Genome Biology 2003, 4:spotlight-20030930-01  doi:10.1186/gb-spotlight-20030930-01

The electronic version of this article is the complete one and can be found online at:


Published:30 September 2003

© 2003 BioMed Central Ltd

Research news

Researchers agree that recent findings about alternative splicing point toward the therapeutic applications that lie in its future. But the newest news about this ubiquitous mechanism for making many mRNAs from a single gene - more than 38,000, in one extreme Drosophila example - is that it appears to be crucial not just for generating lots of proteins, but probably for controlling gene expression as well.
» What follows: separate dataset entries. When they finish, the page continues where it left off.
// Codes of the derived values in the service's CodeSystem (Site.CodeSystemURL).
// No LOINC code exists for them (checked; see the code reference). The codes
// are stable across releases: a code is never reused for another meaning.
const (
	KindDeadSpaceEnghoff      = "deadspace-fraction-enghoff"
	KindDeadSpaceVCO2         = "deadspace-fraction-vco2"
	KindDeadSpaceEstimated    = "deadspace-fraction-estimated"
	KindDeadSpaceVolume       = "deadspace-volume"
	KindAlveolarVentilation   = "alveolar-ventilation"
	KindPredictedPaCO2        = "paco2-predicted"
	KindPaCO2Discrepancy      = "paco2-measured-minus-predicted"
	KindVentilatoryRatio      = "ventilatory-ratio"
	KindPaCO2PETCO2Gradient   = "paco2-petco2-gradient"
	KindAlveolarDeadSpace     = "alveolar-deadspace-fraction"
	KindRateForTarget         = "resp-rate-for-target-paco2"
	KindTidalVolumeForTarget  = "tidal-volume-for-target-paco2"
	codeAdvisoryTag           = "advisory"
	codeDerivedCategory       = "derived-physiology"
	advisoryTagDisplay        = "Advisory: not an order; verify at the bedside"
	derivedCategoryDisplay    = "Derived ventilation physiology (computed, advisory)"
	codeSystemVersion         = "2" // 2: the airway-model input codes
	codeSystemDate            = "2026-12-02"
	codeSystemID              = "ventderive-derived"
	codeSystemName            = "VentderiveDerived"
	codeSystemTitle           = "ventderive derived ventilation physiology"
	codeSystemPublisherString = "ventderive"
)

// KindInfo describes one derived value: its code and meaning, its UCUM unit,
// its formula with the published source, and when it is refused. The
// CodeSystem, the README table and the tests are built from Catalogue.
type KindInfo struct {
	Code       string
	Display    string
	Definition string // one or two sentences for CodeSystem.concept.definition
	Unit       string // UCUM code of the value
	// Decimals is the output precision: valueQuantity.value and the digest
	// use the value rounded to this many decimals.
	Decimals int
	Formula  string
	Source   string // published source, with the reference label
	Refused  string // the refusal reasons specific to the kind, in the order checked
}

// Catalogue lists every derived value the service makes, in the order
// derivations are attempted and reported.
var Catalogue = []KindInfo{
	{
		Code:       KindDeadSpaceEnghoff,
		Display:    "Physiologic dead-space fraction (VD/VT), Bohr-Enghoff, measured mixed-expired PCO2",
		Definition: "Fraction of each tidal breath that does not take part in CO2 elimination, from arterial PCO2 and the mixed-expired PCO2 measured by volumetric capnography or expired-gas collection.",
		Unit:       "1", Decimals: 3,
		Formula: "VD/VT = (PaCO2 - PECO2) / PaCO2; PaCO2 at the measured body temperature T: PaCO2(37 °C) x 10^(0.019 x (T - 37)) (as measured at 37 °C when T is not measured)",
		Source:  "Enghoff modification of the Bohr equation [published; e.g. Crit Care 2016, doi 10.1186/s13054-016-1311-8]; PCO2 temperature coefficient 0.019, J Appl Physiol (submitted 1964) [published]",
		Refused: "no-peco2; implausible-input; inconsistent-inputs (PECO2 not below PaCO2)",
	},
	{
		Code:       KindDeadSpaceVCO2,
		Display:    "Physiologic dead-space fraction (VD/VT) from measured VCO2 and measured minute volume",
		Definition: "Dead-space fraction by the Enghoff equation with the mixed-expired PCO2 computed from measured CO2 production and measured minute ventilation (expired preferred; steady state, no inspired CO2).",
		Unit:       "1", Decimals: 3,
		Formula: "VD/VT = 1 - K(T) x VCO2 / (VE x PaCO2), K(T) = 0.760 x (273 + T)/273 mmHg.L/mL at the measured body temperature T (37 °C when not measured: K = 0.863); PaCO2 at the measured body temperature T: PaCO2(37 °C) x 10^(0.019 x (T - 37)) (as measured at 37 °C when T is not measured)",
		Source:  "Enghoff [published] with the alveolar ventilation equation, K from the ideal gas law (VCO2 STPD to VE BTPS at body temperature) [derived]; PCO2 temperature coefficient 0.019, J Appl Physiol (submitted 1964) [published]",
		Refused: "no-vco2; no-minute-volume (none measured: a set minute volume is not used); implausible-input; inconsistent-inputs",
	},
	{
		Code:       KindDeadSpaceEstimated,
		Display:    "Estimated dead-space fraction (VD/VT), VCO2 estimated from resting energy expenditure",
		Definition: "Dead-space fraction with CO2 production estimated, not measured: resting energy expenditure from an energy equation, converted to VCO2 with the Weir equation and an assumed respiratory quotient. Always an estimate, flagged when a measured dead-space fraction is derived for the same blood gas; read against no threshold (its source gives none, and those of measured dead space do not apply).",
		Unit:       "1", Decimals: 3,
		Formula: "VD/VT = 1 - 0.86 x VCO2est / (VE x PaCO2); VCO2est = REE / (1.440 x (3.941/RQ + 1.106)), REE by Harris-Benedict 1919 (the worked basis names the equation used)",
		Source:  "Siddiki et al., Crit Care 2010, doi 10.1186/cc9206 [published]; Weir, J Physiol 1949;109:1-9 [published]; Harris & Benedict 1919 [published]",
		Refused: "no-minute-volume (none measured: a set minute volume is not used); no-sex; no-age; no-height; no-weight; implausible-input; inconsistent-inputs",
	},
	{
		Code:       KindDeadSpaceVolume,
		Display:    "Physiologic dead-space volume per breath (VD)",
		Definition: "Volume of each breath that does not take part in CO2 elimination: the measured dead-space fraction (Bohr-Enghoff from PECO2 when measured, else from VCO2) times the tidal volume.",
		Unit:       "mL", Decimals: 0,
		Formula: "VD = VD/VT x VT (VD/VT with PaCO2 at the measured body temperature)",
		Source:  "Enghoff [published]; product with VT [derived]",
		Refused: "no-vco2 (neither PECO2 nor VCO2 measured); no-minute-volume (for the VCO2 form: none measured, a set minute volume is not used); no-tidal-volume; implausible-input; inconsistent-inputs",
	},
	{
		Code:       KindAlveolarVentilation,
		Display:    "Alveolar ventilation (VA)",
		Definition: "Part of the minute ventilation that reaches gas-exchanging alveoli: measured minute ventilation times one minus the measured dead-space fraction.",
		Unit:       "L/min", Decimals: 2,
		Formula: "VA = VE x (1 - VD/VT) (VD/VT with PaCO2 at the measured body temperature)",
		Source:  "alveolar ventilation equation [published: standard respiratory physiology texts; e.g. Wang et al., Adv Physiol Educ 2020;44:145-152]",
		Refused: "no-vco2 (neither PECO2 nor VCO2 measured); no-minute-volume (none measured: a set minute volume is not used); implausible-input; inconsistent-inputs",
	},
	{
		Code:       KindPredictedPaCO2,
		Display:    "Predicted PaCO2 from measured VCO2, tidal volume and rate (measured preferred, settings as fallback) and predicted dead space",
		Definition: "PaCO2 expected from the alveolar ventilation equation if dead space were only anatomic (by the patient's recorded airway, else the site's model: 0.948 mL/kg predicted body weight of intrathoracic airway for a tracheal tube or tracheostomy, the site default, or 2.2 mL/kg for the whole airway) plus the configured apparatus dead space, at the measured tidal volume and breath rate (or the settings, recorded as a fallback); computed at the measured body temperature and given at 37 °C, as the blood gas is reported.",
		Unit:       "mm[Hg]", Decimals: 1,
		Formula: "PaCO2pred = K(T) x VCO2 / ((VT - VDanat - VDapp) x RR / 1000) x 10^(0.019 x (37 - T)); VDanat = 0.948 mL/kg x PBW (tracheal tube or tracheostomy) or 2.2 mL/kg x PBW (whole airway), by the patient's recorded airway, else the site's model; PBW (ARDS Network) from height and sex; T the measured body temperature (37 °C when not measured)",
		Source:  "alveolar ventilation equation [published]; Nunn, Campbell & Peckett, J Appl Physiol 1959;14:174-6 (intrathoracic 0.43 mL/lb) [published]; Radford, J Appl Physiol 1955 [published]; ARDS Network, NEJM 2000;342:1301-8 [published]; PCO2 temperature coefficient 0.019, J Appl Physiol (submitted 1964) [published]",
		Refused: "no-vco2; no-tidal-volume; no-resp-rate; no-sex; no-height; apparatus-dead-space-not-configured (neither recorded for the patient's circuit nor set by the site); implausible-input (including a recorded apparatus dead space outside 0-500 mL); inconsistent-inputs (VT not above dead space)",
	},
	{
		Code:       KindPaCO2Discrepancy,
		Display:    "Measured minus predicted PaCO2",
		Definition: "Arterial PCO2 minus the predicted PaCO2 (made with a measured VCO2): a large positive difference means more dead space than the prediction assumes (alveolar dead space) or an input error; a large negative one is physiologically implausible (physiologic dead space cannot be smaller than anatomic plus apparatus dead space) and is flagged as a likely input error or an overestimated anatomic dead space.",
		Unit:       "mm[Hg]", Decimals: 1,
		Formula: "PaCO2 - PaCO2pred, both at 37 °C as the blood gas is reported",
		Source:  "difference of the measured value and the alveolar-ventilation prediction [derived]",
		Refused: "as paco2-predicted",
	},
	{
		Code:       KindVentilatoryRatio,
		Display:    "Ventilatory ratio (VR)",
		Definition: "Ratio of the measured minute ventilation and PaCO2 product to the predicted product (100 mL/kg/min predicted body weight, PaCO2 37.5 mmHg); near 1 in healthy lungs.",
		Unit:       "1", Decimals: 2,
		Formula: "VR = (VE[mL/min] x PaCO2) / (PBW x 100 mL/kg/min x 37.5 mmHg); PaCO2 at the measured body temperature T: PaCO2(37 °C) x 10^(0.019 x (T - 37)) (as measured at 37 °C when T is not measured)",
		Source:  "Sinha et al., Br J Anaesth 2009;102:692-697 [published]; mmHg form, Sinha et al., AJRCCM 2019 [published]; PCO2 temperature coefficient 0.019, J Appl Physiol (submitted 1964) [published]",
		Refused: "no-minute-volume (none measured: a set minute volume is not used); no-sex; no-height; implausible-input",
	},
	{
		Code:       KindPaCO2PETCO2Gradient,
		Display:    "Arterial to end-tidal PCO2 gradient (Pa-ETCO2)",
		Definition: "Arterial PCO2 minus end-tidal PCO2; widens with alveolar dead space.",
		Unit:       "mm[Hg]", Decimals: 1,
		Formula: "Pa-ETCO2 = PaCO2 - PETCO2; PaCO2 at the measured body temperature T: PaCO2(37 °C) x 10^(0.019 x (T - 37)) (as measured at 37 °C when T is not measured)",
		Source:  "Nunn & Hill, J Appl Physiol 1960 [published]; Tyburski et al., J Trauma 2002;53:738 [published]; PCO2 temperature coefficient 0.019, J Appl Physiol (submitted 1964) [published]",
		Refused: "no-etco2; implausible-input; inconsistent-inputs (PETCO2 more than 5 mmHg above PaCO2)",
	},
	{
		Code:       KindAlveolarDeadSpace,
		Display:    "Alveolar dead-space fraction (AVDSF)",
		Definition: "Arterial to end-tidal PCO2 gradient as a fraction of arterial PCO2.",
		Unit:       "1", Decimals: 3,
		Formula: "AVDSF = (PaCO2 - PETCO2) / PaCO2; PaCO2 at the measured body temperature T: PaCO2(37 °C) x 10^(0.019 x (T - 37)) (as measured at 37 °C when T is not measured)",
		Source:  "Yehya et al., Pediatr Crit Care Med 2016 [published]; Tyburski et al., J Trauma 2002;53:738 [published]; PCO2 temperature coefficient 0.019, J Appl Physiol (submitted 1964) [published]",
		Refused: "no-etco2; implausible-input; inconsistent-inputs (PETCO2 above PaCO2)",
	},
	{
		Code:       KindRateForTarget,
		Display:    "Breath rate for the target PaCO2 at the same tidal volume (advisory)",
		Definition: "Breath rate at which, with unchanged tidal volume, dead space and CO2 production, PaCO2 would reach the patient's own target (a FHIR Goal in force; a range's midpoint), else the site's configured target. Advisory arithmetic, not an order.",
		Unit:       "/min", Decimals: 1,
		Formula: "RRnew = RR x PaCO2 / PaCO2target; PaCO2 and the target both as measured at 37 °C, so the temperature correction cancels from their ratio",
		Source:  "inverse proportion of PaCO2 and alveolar ventilation at constant VCO2 [derived from the alveolar ventilation equation]",
		Refused: "no-resp-rate; no-tidal-volume, no-sex, no-height (to flag the tidal volume per kg predicted body weight); target-paco2-not-configured (no Goal in force and no site target); implausible-input (including a goal outside 20-100 mmHg); target-answer-beyond-model (the answer outside 2-80 /min)",
	},
	{
		Code:       KindTidalVolumeForTarget,
		Display:    "Tidal volume for the target PaCO2 at the same breath rate (advisory)",
		Definition: "Tidal volume at which, with unchanged breath rate, physiologic dead-space volume and CO2 production, PaCO2 would reach the patient's own target (a FHIR Goal in force; a range's midpoint), else the site's configured target. Advisory arithmetic, not an order.",
		Unit:       "mL", Decimals: 0,
		Formula: "VTnew = VD + (VT - VD) x PaCO2 / PaCO2target, VD the measured physiologic dead-space volume (VD/VT with PaCO2 at the measured body temperature); PaCO2 and the target both as measured at 37 °C, so the temperature correction cancels from their ratio",
		Source:  "alveolar ventilation equation at constant VCO2 and dead-space volume [derived]",
		Refused: "no-vco2 (neither PECO2 nor VCO2 measured); no-minute-volume (for the VCO2 form: none measured, a set minute volume is not used); no-tidal-volume; no-sex, no-height (to flag the answer per kg predicted body weight); target-paco2-not-configured (no Goal in force and no site target); implausible-input (including a goal outside 20-100 mmHg); inconsistent-inputs; target-answer-beyond-model (the answer outside 50-2000 mL)",
	},
}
"I believe it will be possible to generate therapeutic interventions based on alternate splicing," Donald Rio, of the University of California at Berkeley, told us. It is now understood that many disease-causing mutations ultimately result in altered RNA splicing. These mutations occur not only in well defined intron-exon junctions, but also in protein-coding exonic splicing control elements, said Rio, the keynote speaker at Splicing 2003, a meeting held Tuesday (September 23) in Rockville, Md.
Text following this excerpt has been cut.